With my ebbing anger, my shoulders sag and my knees weaken. The adrenaline from our harried sprint catches up with me, and it’s all I can do to lower myself slowly to the ground, lean back against the wall and hug my knees.
“I really don’t want to talk right now,” I say honestly.
Tristan dips down next to me, looks at me even though I refuse to look at him. Puts an arm around my shoulders, and although I feel like I should, I don’t shake it off. Swarms of bats flap unbridled through my stomach. Right away, I feel bad about all the things I’ve said to him. It’s not his fault we got played, like life-size pawns in some real chess match.

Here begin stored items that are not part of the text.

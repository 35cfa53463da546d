"""Fields on a rectangular grid of a chart's own coordinates, written to HDF5 (h5py) or ``.npz``.

Used by ``gravicat split --grid``: :func:`parse_axes` reads ``--grid NAME=LO:HI:N`` (one per spatial
coordinate of the chart, named by the chart's coordinates: ``x``, ``y``, ``z`` for a Cartesian chart,
``r``, ``theta``, ``phi`` for a spherical one - the grid is never mapped to other coordinates);
:func:`evaluate` turns sympy expressions into float64 arrays on that grid (numpy from
``sympy.lambdify``, vectorised; a value that is not finite or not real somewhere is an error naming
the field and the point); :func:`write_grid` writes them through a temporary file in the target's
directory, renamed over the target at the end (the target is complete or untouched).

Layout (both formats): one dataset per field (``alpha`` with the grid's shape, ``beta`` with
``(3, *shape)``, ``gamma`` and ``K`` with ``(3, 3, *shape)``, index order = coordinate order), one
1-D dataset per axis (``axis_x``...), and the attributes (HDF5 attributes of the file's root; in
``.npz`` the JSON text ``attributes``).

Room: ``export`` may import ``engine``, ``format`` and the core contract.
"""

from __future__ import annotations

import json
import re
from pathlib import Path
from typing import Any

from gravicat.errors import InputError

__all__ = ["Axis", "parse_axes", "evaluate", "write_grid", "SUFFIXES", "MAX_POINTS"]

SUFFIXES = (".h5", ".hdf5", ".npz")
MAX_POINTS = 64_000_000  # points of the whole grid: 16 fields of float64 at this size need ~8 GB
_AXIS = re.compile(r"^\s*([^=\s]+)\s*=\s*([^:]+):([^:]+):([^:]+)\s*$")


class Axis:
    """One axis: ``name`` (a coordinate), ``lo``, ``hi``, ``n`` points (both ends included)."""

    def __init__(self, name: str, lo: float, hi: float, n: int):
        self.name, self.lo, self.hi, self.n = name, lo, hi, n

    def values(self):
        import numpy as np

        return np.linspace(self.lo, self.hi, self.n)

    def to_json(self) -> dict:
        return {"name": self.name, "lo": self.lo, "hi": self.hi, "points": self.n}


def _number(text: str, option: str, what: str) -> float:
    from gravicat.format.assign import real_number
    from gravicat.format.expr import Names, check_expression, to_sympy

    tree = check_expression(text.strip(), Names(symbols=frozenset()), source=option, field=what)
    return float(real_number(to_sympy(tree, {}), option, what, text.strip()).evalf(20))


def parse_axes(texts: list[str], coords: list[str], option: str = "--grid") -> list[Axis]:
    """The axes of ``--grid NAME=LO:HI:N`` texts, in the order of ``coords`` (the chart's spatial
    coordinates): every coordinate exactly once, ``LO < HI`` (numbers or constants such as ``pi/2``),
    ``N >= 3`` an integer; at most :data:`MAX_POINTS` points in all."""
    found: dict[str, Axis] = {}
    for text in texts:
        m = _AXIS.match(text)
        if not m:
            raise InputError(option, None, f"'{text}' is not NAME=LO:HI:N (e.g. {option} x=-8:8:65)")
        name, lo_t, hi_t, n_t = m.groups()
        if name not in coords:
            raise InputError(option, name, f"is not a spatial coordinate of the chart (give {', '.join(coords)})")
        if name in found:
            raise InputError(option, name, "is given twice")
        lo, hi = _number(lo_t, option, name), _number(hi_t, option, name)
        if not n_t.strip().isdigit() or int(n_t) < 3:
            raise InputError(option, name, f"the number of points '{n_t.strip()}' must be an integer >= 3")
        if not lo < hi:
            raise InputError(option, name, f"the range {lo_t.strip()}:{hi_t.strip()} is empty (LO must be below HI)")
        found[name] = Axis(name, lo, hi, int(n_t))
    missing = [c for c in coords if c not in found]
    if missing:
        raise InputError(option, None, f"give every spatial coordinate of the chart: missing {', '.join(missing)} "
                                       f"(e.g. {' '.join(f'{option} {c}=LO:HI:N' for c in missing)})")
    axes = [found[c] for c in coords]
    total = 1
    for a in axes:
        total *= a.n
    if total > MAX_POINTS:
        raise InputError(option, None, f"{total} grid points is more than the limit of {MAX_POINTS}")
    return axes


def evaluate(fields: dict[str, Any], coords, axes: list[Axis], subs: dict, domain=()) -> dict:
    """``fields``: name -> sympy expression, or nested lists of them; ``coords``: the sympy symbols the
    axes stand for; ``subs``: symbol -> number for everything else; ``domain``: sympy inequalities every
    grid point must satisfy. Returns name -> float64 array of shape ``(*component_shape, *grid_shape)``.
    A grid point outside the domain, or a field that is not finite and real at a grid point, is an
    :class:`InputError` naming the relation or the field, and the point."""
    import numpy as np
    import sympy as sp

    mesh = np.meshgrid(*[a.values() for a in axes], indexing="ij")
    shape = mesh[0].shape
    for rel in domain:
        test = sp.sympify(rel).subs(subs)
        if test in (sp.true, sp.false):
            ok = np.full(shape, bool(test))
        else:
            with np.errstate(all="ignore"):
                ok = np.broadcast_to(np.asarray(sp.lambdify(list(coords), test, modules="numpy")(*mesh)), shape)
        if not ok.all():
            where = np.argwhere(~ok)[0]
            point = ", ".join(f"{a.name} = {a.values()[i]:.6g}" for a, i in zip(axes, where, strict=True))
            raise InputError("--grid", None, f"the grid leaves the chart's domain ({sp.sstr(rel)} fails at {point})")
    out = {}
    for name, value in fields.items():
        arr = np.asarray(value, dtype=object)
        flat = [sp.sympify(e) for e in arr.reshape(-1)]
        left = set().union(*(e.free_symbols for e in flat)) - set(coords) - set(subs)
        if left:
            raise InputError("--set", ", ".join(sorted(map(str, left))),
                             f"{name} depends on it; give a value with --set NAME=VALUE")
        names = list(subs)  # passed as arguments: large expressions are printed once, subexpressions shared
        f = sp.lambdify([*coords, *names], flat, modules="numpy", cse=True, docstring_limit=0)
        with np.errstate(all="ignore"):
            vals = f(*mesh, *[float(subs[k]) for k in names])
        data = np.empty((len(flat), *shape))
        for k, v in enumerate(vals):
            v = np.broadcast_to(np.asarray(v), shape)
            if np.iscomplexobj(v):
                bad = np.abs(v.imag) > 1e-12 * np.maximum(1.0, np.abs(v.real))
                if bad.any():
                    _refuse(name, arr.shape, k, axes, bad, "not real")
                v = v.real
            v = v.astype(float)
            bad = ~np.isfinite(v)
            if bad.any():
                _refuse(name, arr.shape, k, axes, bad, "not finite")
            data[k] = v
        out[name] = data.reshape(*arr.shape, *shape) if arr.shape else data[0]
    return out


def _refuse(name, comp_shape, k, axes, bad, what):
    import numpy as np

    where = np.argwhere(bad)[0]
    point = ", ".join(f"{a.name} = {a.values()[i]:.6g}" for a, i in zip(axes, where, strict=True))
    comp = np.unravel_index(k, comp_shape) if comp_shape else ()
    label = name + (f"[{','.join(axes[i].name for i in comp)}]" if comp else "")
    raise InputError("--grid", None, f"{label} is {what} at {point}: choose a grid inside the chart's domain "
                                     "(away from singularities and coordinate axes)")


def write_grid(path: Path, arrays: dict, axes: list[Axis], attributes: dict[str, Any]) -> None:
    """Write ``arrays`` (name -> numpy array), the axes and ``attributes`` (name -> str, number or
    JSON-able value) to ``path`` (``.h5`` / ``.hdf5``: HDF5; ``.npz``: numpy), whole or not at all."""
    import contextlib
    import os
    import tempfile

    suffix = path.suffix.lower()
    if suffix not in SUFFIXES:
        raise InputError(str(path), None, f"unknown grid format '{path.suffix or '(none)'}' "
                                          f"(use {', '.join(SUFFIXES)})")
    try:
        fd, tmp = tempfile.mkstemp(dir=path.parent, prefix=f".{path.name}.", suffix=".part" + suffix)
    except OSError as exc:
        raise InputError(str(path), None, f"cannot write ({exc.strerror or exc})") from None
    os.close(fd)
    try:
        if suffix == ".npz":
            _write_npz(tmp, arrays, axes, attributes)
        else:
            _write_h5(tmp, arrays, axes, attributes)
        umask = os.umask(0)
        os.umask(umask)
        os.chmod(tmp, 0o666 & ~umask)
        os.replace(tmp, path)
    except BaseException as exc:
        with contextlib.suppress(OSError):
            os.unlink(tmp)
        if isinstance(exc, OSError):
            raise InputError(str(path), None, f"cannot write ({exc.strerror or exc})") from None
        raise


def _attr(value):
    return value if isinstance(value, (str, int, float)) else json.dumps(value, ensure_ascii=False)


def _write_h5(tmp: str, arrays, axes, attributes) -> None:
    import h5py

    with h5py.File(tmp, "w") as fh:
        for name, data in arrays.items():
            fh.create_dataset(name, data=data)
        for a in axes:
            fh.create_dataset(f"axis_{a.name}", data=a.values())
        for key, value in attributes.items():
            fh.attrs[key] = _attr(value)


def _write_npz(tmp: str, arrays, axes, attributes) -> None:
    import numpy as np

    with open(tmp, "wb") as fh:
        np.savez(fh, **arrays, **{f"axis_{a.name}": a.values() for a in axes},
                 attributes=np.array(json.dumps(attributes, ensure_ascii=False)))
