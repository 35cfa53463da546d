"""export: turning a checked chart into code.

Owns the shared code generation behind the exporters (:mod:`.codegen`): identifiers, common
sub-expressions, the C99 / Python / LaTeX emitters' building blocks and the numeric
self-test of an export.

May import: ``engine``, ``format`` and the core contract.
"""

He’s been nothing but good to me, even if he wasn’t entirely in control of his actions.
“Adele, I—I...”
I’m scared of his next words, scared they’ll make everything even worse, even harder.
“I just want to understand,” he says, and I let out a grateful breath. He deserves to understand. “Did Roc tell you something that you might have misunderstood? If he told you about what happened when I was fifteen, I swear I was going to tell you—”
“No. He didn’t say anything about that. What happened when you were fifteen? That was the year your mom disappeared, right?”
Tristan sighs, pulls my head into his chest, which I allow because I have no fight left in me. And because it’s pretty awesome to be close to him again, to his heart, which is beating against my cheek. “Yes, that was when my mom left us. I just don’t think it’s the right time to talk about it.”